As yet the Romans had had no written law. The kings, and after them the consuls, had administered justice each according to his own sense. In the year 451, B. C., at the suggestion of a tribune named Terentilius, ten men (decemviri) were appointed to frame and digest a code of laws for the explanation and security of the rights of all orders of the state. The result was the formation of what have been called the Twelve Tables of the Roman law, to learn which by heart was a part of liberal education in Ancient Rome.

On the appointment of the Decemviri, the consuls were discontinued. Each of the ten men acted as supreme magistrate for a day, the nine others officiating as judges. They did not, however, remain long in authority. One of the number, named Appius Claudius, having formed a base design against a maiden named Virginia, daughter of Virginius, a centurion,

and affianced to Icilius, caused her to be claimed as his slave, and, as decemvir, gave judgment in his own favor. When Virginius saw his daughter about to be sacrificed to a profligate monster, he seized a knife from a butcher's stall in the Forum, and stabbed her to the heart. The people rose in fury against Appius, who escaped for the time, but at length only avoided punishment by committing suicide. This event caused the abolition of the decemvirate, after it had lasted only three years. The consuls and tribunes were then restored.
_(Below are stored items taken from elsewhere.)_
def _read_rows(text: str, source: str | None) -> tuple[_Rows, str | None]:
    lines = _content_lines(text)
    if not lines:
        raise ReadError("no data: the text is empty or holds only # comments", path=source)
    sep = _choose_separator(lines)
    header: list[str] = []
    xs: list[float] = []
    ys: list[float] = []
    nums: list[int] = []
    fast = _ROW[sep]
    for number, line in lines:
        m = fast.fullmatch(line)
        if m is not None:
            x, y = float(m.group(1).replace(",", ".")), float(m.group(2).replace(",", "."))
            if math.isfinite(x) and math.isfinite(y):
                xs.append(x)
                ys.append(y)
                nums.append(number)
                continue
        fields = _split(line, sep)
        values = [_field_value(f, sep != ",") for f in fields]
        if xs and any(not f.strip("\"' ") for f in fields):
            raise ReadError(
                f"empty field in a row of {len(fields)} columns: {line[:60]!r}",
                path=source,
                line=number,
            )
        if not fields or any(v is None for v in values):
            if not xs:
                header.append(line)
                continue
            raise ReadError(
                f"expected two numbers ({_SEPARATORS[sep]}-separated) like the rows above, "
                f"got {line[:60]!r}",
                path=source,
                line=number,
            )
        if len(values) == 1:
            raise ReadError(
                f"row has one column ({line[:40]!r}); expected x (wavenumber) and y "
                f"separated by a {_SEPARATORS[sep]}",
                path=source,
                line=number,
            )
        if len(values) > 2:
            labels = _split(header[-1], sep) if header else []
            named = f" (header: {', '.join(labels)})" if len(labels) == len(values) else ""
            raise ReadError(
                f"found {len(values)} columns{named}; reflib reads one x column (wavenumber) "
                "and one y column (absorbance or transmittance): save one spectrum per file "
                "with two columns",
                path=source,
                line=number,
            )
        x, y = values
        if not (np.isfinite(x) and np.isfinite(y)):
            raise ReadError(
                f"not a finite number (NaN or infinity) in {line[:60]!r}",
                path=source,
                line=number,
            )
        xs.append(x)
        ys.append(y)
        nums.append(number)
    if not xs:
        raise ReadError(
            "no rows of two numbers found; expected columns of wavenumber (cm-1) and "
            "absorbance or transmittance, separated by comma, semicolon, tab or spaces",
            path=source,
        )
    rows = _Rows(np.array(xs), np.array(ys), np.array(nums), header)
    if rows.x.size < MIN_POINTS:
        raise ReadError(
            f"only {rows.x.size} data rows (lines {nums[0]}-{nums[-1]}); a spectrum needs at "
            f"least {MIN_POINTS} points (a list of band positions is read as a peak list)",
            path=source,
            line=nums[-1],
        )
    return rows, sep
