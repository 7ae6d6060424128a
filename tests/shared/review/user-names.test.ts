/** User names only: internal expansions of an opened connection and engine type names read as what the user drew. */
import { describe, expect, it } from 'vitest';
import { demoCircuits } from '../../../shared/engine/index.ts';
import { circuitNames, conductorWords, countWords, diffRevisions, drawnCounts, drawnElements, parameterWords, summarizeCircuit, typeWord, valueWords } from '../../../shared/review/index.ts';

const base = demoCircuits.find((d) => d.key === 'open-neutral-208y120')!.circuit;
/** The demo with its drop repaired, and KITCHEN's neutral opened the way the workspace writes one click on "Open neutral". */
const repaired = { ...base, elements: base.elements.map((e) => (e.id === 'DROP' ? { ...e, open: [] } : e)) };
const opened = {
  ...repaired,
  elements: [
    ...repaired.elements.map((e) => (e.id === 'KITCHEN' ? { ...e, bus: 'KITCHEN~bus' } : e)),
    { type: 'switch3', id: 'KITCHEN~bus~sw', from: 'HOUSE', to: 'KITCHEN~bus', conductors: ['a', 'b', 'c', 'n'], closed: true, open: ['n'] },
  ],
};
/** Any internal name: the marker, a primitive or block type name, or JSON. */
const INTERNAL = /~|switch3|capacitorBank|splitPhase|voltageSource|zipLoad|[{}]/;

describe('circuitNames', () => {
  const names = circuitNames(opened);

  it('finds the opened connection behind the hidden switch', () => {
    expect(names.openings).toEqual([
      { switchId: 'KITCHEN~bus~sw', element: 'KITCHEN', field: 'bus', bus: 'HOUSE', privateBus: 'KITCHEN~bus', conductors: ['a', 'b', 'c', 'n'], open: ['n'] },
    ]);
    expect(names.isHidden('KITCHEN~bus~sw')).toBe(true);
    expect(names.isHidden('KITCHEN')).toBe(false);
  });

  it('maps buses and elements back to what the user drew', () => {
    expect(names.drawnBus('KITCHEN~bus')).toBe('HOUSE');
    expect(names.drawnBus('PAD')).toBe('PAD');
    expect(names.bus('KITCHEN~bus')).toBe('KITCHEN terminals at HOUSE');
    expect(names.drawnElement('KITCHEN~bus~sw')).toBe('KITCHEN');
    expect(names.element('KITCHEN~bus~sw')).toBe('connection KITCHEN–HOUSE');
    expect(names.element('DROP')).toBe('DROP');
  });

  it('puts internal names in engine messages and flags into words', () => {
    expect(names.text('bus KITCHEN~bus b-n: 207.8 V = 1.730 pu is above the violation limit')).toBe('KITCHEN terminals at HOUSE b-n: 207.8 V = 1.730 pu is above the violation limit');
    expect(names.text('switch3 KITCHEN~bus~sw: cannot open "x"')).toBe('connection KITCHEN–HOUSE: cannot open "x"');
    expect(names.text('2 node(s) have no path to earth (KITCHEN~bus.n, HOUSE.n)')).toBe('2 node(s) have no path to earth (KITCHEN terminal N at HOUSE, HOUSE.n)');
    expect(names.text('switch KITCHEN~bus~sw/n is open')).toBe('conductor N of the connection KITCHEN–HOUSE is open');
    expect(names.text('capacitorBank CAP1: give "kvLL"; splitPhaseTransformer T1')).toBe('capacitor bank CAP1: give "kvLL"; single-phase transformer T1');
    expect(names.text('impedance KITCHEN/a is singular')).toBe('impedance KITCHEN (A) is singular');
    // Ordinary slashes stay as written.
    expect(names.text('kW/kvar of HOUSE')).toBe('kW/kvar of HOUSE');
  });

  it('reads every flag of a solved study with an opened neutral without an internal name', () => {
    const s = summarizeCircuit(opened);
    if (!s.ok) throw new Error(s.error.message);
    expect(s.flags.length).toBeGreaterThan(0);
    for (const f of s.flags) expect(names.text(f.message)).not.toMatch(INTERNAL);
  });

  it('reads a damaged generated name (no switch in the circuit) as its element', () => {
    const lone = circuitNames({ elements: [{ type: 'load', id: 'L1', bus: 'L1~bus' }] });
    expect(lone.text('bus L1~bus a-n: low')).not.toContain('~');
    expect(lone.drawnElement('L1~bus~sw')).toBe('L1');
  });
});

describe('drawn elements and counts', () => {
  it('leaves the hidden switch out and keeps the opening on its element', () => {
    const els = drawnElements(opened);
    expect([...els.keys()]).toEqual(['XFMR-SEC', 'DROP', 'KITCHEN', 'HEATER', 'ELECTRONICS', 'ROD']);
    expect(els.get('KITCHEN')).toMatchObject({ bus: 'HOUSE', opened: { bus: ['n'] } });
  });

  it('counts what is drawn: 6 elements, not 7, by type in words', () => {
    const c = drawnCounts(opened);
    expect(c.total).toBe(6);
    expect(c.byType).toEqual([
      { type: 'load', count: 3 },
      { type: 'earth electrode', count: 1 },
      { type: 'line', count: 1 },
      { type: 'source', count: 1 },
    ]);
  });

  it('says type names and conductors in words', () => {
    expect(countWords(3, 'load')).toBe('3 loads');
    expect(countWords(2, 'switch')).toBe('2 switches');
    expect(countWords(1, 'earth electrode')).toBe('1 earth electrode');
    expect(typeWord('switch3')).toBe('switch');
    expect(typeWord('zipLoad')).toBe('ZIP load');
    expect(typeWord('nonsense')).toBe('element');
    expect(conductorWords(['n'])).toBe('neutral');
    expect(conductorWords(['n', 'a'])).toBe('phase A and the neutral');
    expect(conductorWords(['a', 'b', 'c'])).toBe('phases A, B and C');
    expect(conductorWords(['1', '2'])).toBe('legs 1 and 2');
  });

  it('says parameters and values in words, never JSON', () => {
    expect(parameterWords('phases.a.kw')).toBe('phases › phase A › P (kW)');
    expect(parameterWords('elements[3].each.kw')).toBe('elements › item 4 › every phase › P (kW)');
    expect(valueWords('impedance.ohms', { re: 0.19, im: -0.38 })).toBe('0.19 − j0.38');
    expect(valueWords('earthing', { ohms: { mag: 5, angleDeg: 0 } })).toBe('impedance (Ω) 5∠0°');
    expect(valueWords('closed', false)).toBe('open');
    expect(valueWords('open', [])).toBe('none');
  });

  it('says the format\'s named choices in words, never as written in the file', () => {
    expect(valueWords('impedance.kind', 'perConductor')).toBe('per conductor');
    expect(valueWords('kind', 'doubleLineEarth')).toBe('two lines to earth');
    expect(valueWords('connection', 'wyeFloating')).toBe('floating wye (star point not connected)');
    expect(valueWords('each.model', 'power')).toBe('constant power');
    expect(valueWords('limits.set', 'iec-en')).toBe('IEC/EN ±10 %');
    expect(valueWords('lvEarthing', 'solid')).toBe('solidly earthed');
    expect(valueWords('name', 'perConductor')).toBe('perConductor'); // a name is a name
  });
});

describe('the diff of opening a neutral with one click', () => {
  const s1 = summarizeCircuit(repaired);
  const s2 = summarizeCircuit(opened);
  const d = diffRevisions({ number: 1, content: { circuit: repaired }, summary: s1 }, { number: 2, content: { circuit: opened }, summary: s2 });

  it('reads as a change of the element the user drew, not a new switch', () => {
    expect(d.elements.added).toEqual([]);
    expect(d.elements.changed).toEqual([
      {
        id: 'KITCHEN',
        type: 'load',
        typeLabel: 'load',
        changes: [{ path: 'opened.bus', from: null, to: ['n'], label: 'opened conductors of the connection KITCHEN–HOUSE', fromText: 'none', toText: 'neutral' }],
      },
    ]);
  });

  it('keeps the same neutral-current row for KITCHEN on both sides (it was drawn on HOUSE both times)', () => {
    const k = d.results.find((r) => r.key === 'neutral-current:KITCHEN@HOUSE')!;
    // (P) With its neutral opened a single-phase load carries no current at all.
    expect(k.to).toBeCloseTo(0, 6);
    expect(k.from!).toBeGreaterThan(10);
  });

  it('has no internal name anywhere people read', () => {
    const read = [
      ...d.results.map((r) => r.text),
      ...d.flags.added.map((f) => f.text),
      ...d.flags.removed.map((f) => f.text),
      ...d.elements.changed.flatMap((e) => [e.id, e.typeLabel, ...e.changes.flatMap((c) => [c.label, c.fromText, c.toText])]),
    ];
    expect(read.length).toBeGreaterThan(5);
    for (const t of read) expect(t).not.toMatch(INTERNAL);
  });
});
The violent struggles of the patricians and plebeians did not prevent Rome from gradually acquiring an ascendency among the Italian States. The armies of Rome, unlike all others in those early times, were standing armies; the soldiers had regular pay, and made arms a profession. Their compact and wellorganized force, meeting in general only ill-disciplined militia, carried every thing before it. Veii, a state which had long defied and rivalled them, fell before Camillus (396, B. C.). In 385, B. C., they finally reduced the Gauls, a powerful branch of the Celtic race inhabiting the north of Italy. They then fought and subdued the Samnites. Other states fell beneath their powerful arms, and in the year 274, B. C., they had acquired the complete mastery of all Italy.

The three wars with Carthage, called the Punic Wars, all terminating in favor of Rome, were the great events of the next hundred and twenty years. It was during the first of them that Regulus, a noble Roman general, was taken by the Carthaginians. He was permitted to go to Rome to propose terms of peace, upon the condition, however, that he should return, if

the offer he bore should not be accepted. Regulus went, but earnestly opposed the treaty, as being dishon orable to Rome. It was rejected, and he returned to Carthage in obedience to his promise, and submitted to the cruel death which he knew awaited him. The first Punic War was closed in the year 241, B. C.

After twenty-three years of peace, Carthage had recruited her wasted resources, and Hannibal then commenced his splendid career against Rome. He entered Italy at the north, traversed nearly its whole length, and, having often defeated the Roman legions, he maintained himself in Italy for sixteen years, drawing his whole supplies from the country he had invaded. But even Hannibal was finally defeated, and Carthage was a second time obliged to submit to a degrading peace, 202, B. C. The third Punic War began in 149, B. C., and ended, three years after, in the complete destruction of the city of Carthage.

These and other successes intoxicated the Roman people. Gorged with the spoils of other countries, they became at once luxurious, ambitious, and unscrupulous. They made war for plunder, with as little hesitation as does a professed robber upon the land, or a pirate upon the high seas. As they sent forth large armies, and to a considerable distance, for the purposes of conquest, the leaders acquired great power. By flattering the soldiery they learned to render them obedient to their will, and Cæsar at last led his forces against Rome itself.

It was at this period, when the commonwealth was about to pass into the hands of an absolute monarch, that the Romans had attained the height of their power.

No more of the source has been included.